This library exports two definitions, one for a structure named {\tt
Foo} and one for a signature named {\tt BAR}.  The specification for
such exports appear between the keywords {\tt Library} and {\tt is}.
The {\em members} of the library are specified after the keyword {\tt
is}.  Here we have three ML source files ({\tt bar.sig}, {\tt
foo.sml}, and {\tt helper.sml}) as well as references to two external
libraries ({\tt \$/basis.cm} and {\tt \$/smlnj-lib.cm}).  The entry
{\tt \$/basis.cm} typically denotes the description file for the {\it Standard ML Basis Library}~\cite{reppy99:basis}; most programs will want to list it in their own description file(s).
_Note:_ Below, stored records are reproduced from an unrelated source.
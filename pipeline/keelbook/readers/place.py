"""Findings of the readers: all of them stop the run, and all name the place and the declaration."""

from dataclasses import dataclass
from typing import Any


@dataclass(frozen=True)
class Place:
    """The file (and sheet) being read, and where it is declared."""

    source: str
    file: str
    declared: str
    sheet: str = ""

    def finding(self, rule: str, message: str, **fields: Any) -> dict[str, Any]:
        """Return one `stop` finding of ESS level 0 (can the file be read as declared?) at this place."""
        return {
            "rule": rule,
            "severity": "stop",
            "level": 0,
            "message": f"source '{self.source}': {message}",
            "file": self.file,
            "sheet": self.sheet,
            **fields,
        }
The other library in this example ({\tt \$/smlnj-lib.cm}) is a library of data
structures and algorithms that comes bundled with SML/NJ.

\subsection{Invoking CM}

Once a library has been set up as shown in the example above, one can
load it into a running interactive session by invoking function {\tt
CM.make}.  If the name of the library's description file is, say, {\tt
fb.cm}, then one would type

\begin{verbatim}
CM.make "fb.cm";
\end{verbatim}

at SML/NJ's interactive prompt.  This will cause CM to

\begin{enumerate}
\item parse the description file {\tt fb.cm},
\item locate all its sources and all its sub-libraries,
\item calculate the dependency graph,
\item issue warnings and errors (and skip the remaining steps) if
necessary,
\item compile those sources for which that is required,
\item execute module initialization code,
\item and augment the toplevel environment with bindings for exported
symbols, i.e., in our example for {\tt signature BAR} and {\tt
structure Foo}.
\end{enumerate}

CM does not compile sources that are not reachable'' from the
library's exports.  For every other source, it will avoid
recompilation if all of the following is true:

\begin{itemize}
\item The {\em binfile} for the source exists.
\item The binfile has the same time stamp as the source.
\item The current compilation environment for the source is precisely
the same as the compilation environment that was in effect when the
binfile was produced.
\end{itemize}

\subsection{Members of a library}

Members of a library do not have to be listed in any particular order
since CM will automatically calculate the dependency graph.  Some
minor restrictions on the source language are necessary to make this
work:
\begin{enumerate}
\item All top-level definitions must be {\em module} definitions
(structures, signatures, functors, or functor signatures).  In other
words, there can be no top-level type-, value-, or infix-definitions.
\item For a given symbol, there can be at most one ML source file per
library (or---more correctly---one file per library component; see
Section~\ref{sec:groups}) that defines the symbol at top level.
\item If more than one of the listed libraries or components is
exporting the same symbol, then the definition (i.e., the ML source
file that actually defines the symbol) must be identical in all cases.
\label{rule:diamond}
\item The use of ML's {\bf open} construct is not permitted at the top
level of ML files compiled by CM.  (The use is still ok at the
interactive top level.)
\end{enumerate}

Note that these rules do not require the exports of imported libraries
to be distinct from the exports of ML source files in the current
library.  If an ML source file $f$ re-defines a name $n$ that is also
imported from library $l$, then the disambiguating rule is that the
definition from $f$ takes precedence over that from $l$ in all sources
except $f$ itself.  Free occurences of $n$ in $f$ refer to $l$'s
definition.  This rule makes it possible to easily write code for
exporting an augmented'' version of some module.  Example:

\begin{verbatim}
structure A = struct (* defines augmented A *)
open A           (* refers to imported A *)
fun f x = B.f x + C.g (x + 1)
end
\end{verbatim}

Rule~\ref{rule:diamond} may come as a bit of a surprise considering
that each ML source file can be a member of at most one library (see
section~\ref{sec:multioccur}).  However, it is indeed possible for two
libraries to (re-)export the same'' definition provided they both
import that definition from a third library.  For example, let us
assume that {\tt a.cm} exports a structure {\tt X} which was defined
in {\tt x.sml}---one of {\tt a.cm}'s members.  Now, if both {\tt b.cm}
and {\tt c.cm} re-export that same structure {\tt X} after importing
it from {\tt a.cm}, it is legal for a fourth library {\tt d.cm} to
import from both {\tt b.cm} and {\tt c.cm}.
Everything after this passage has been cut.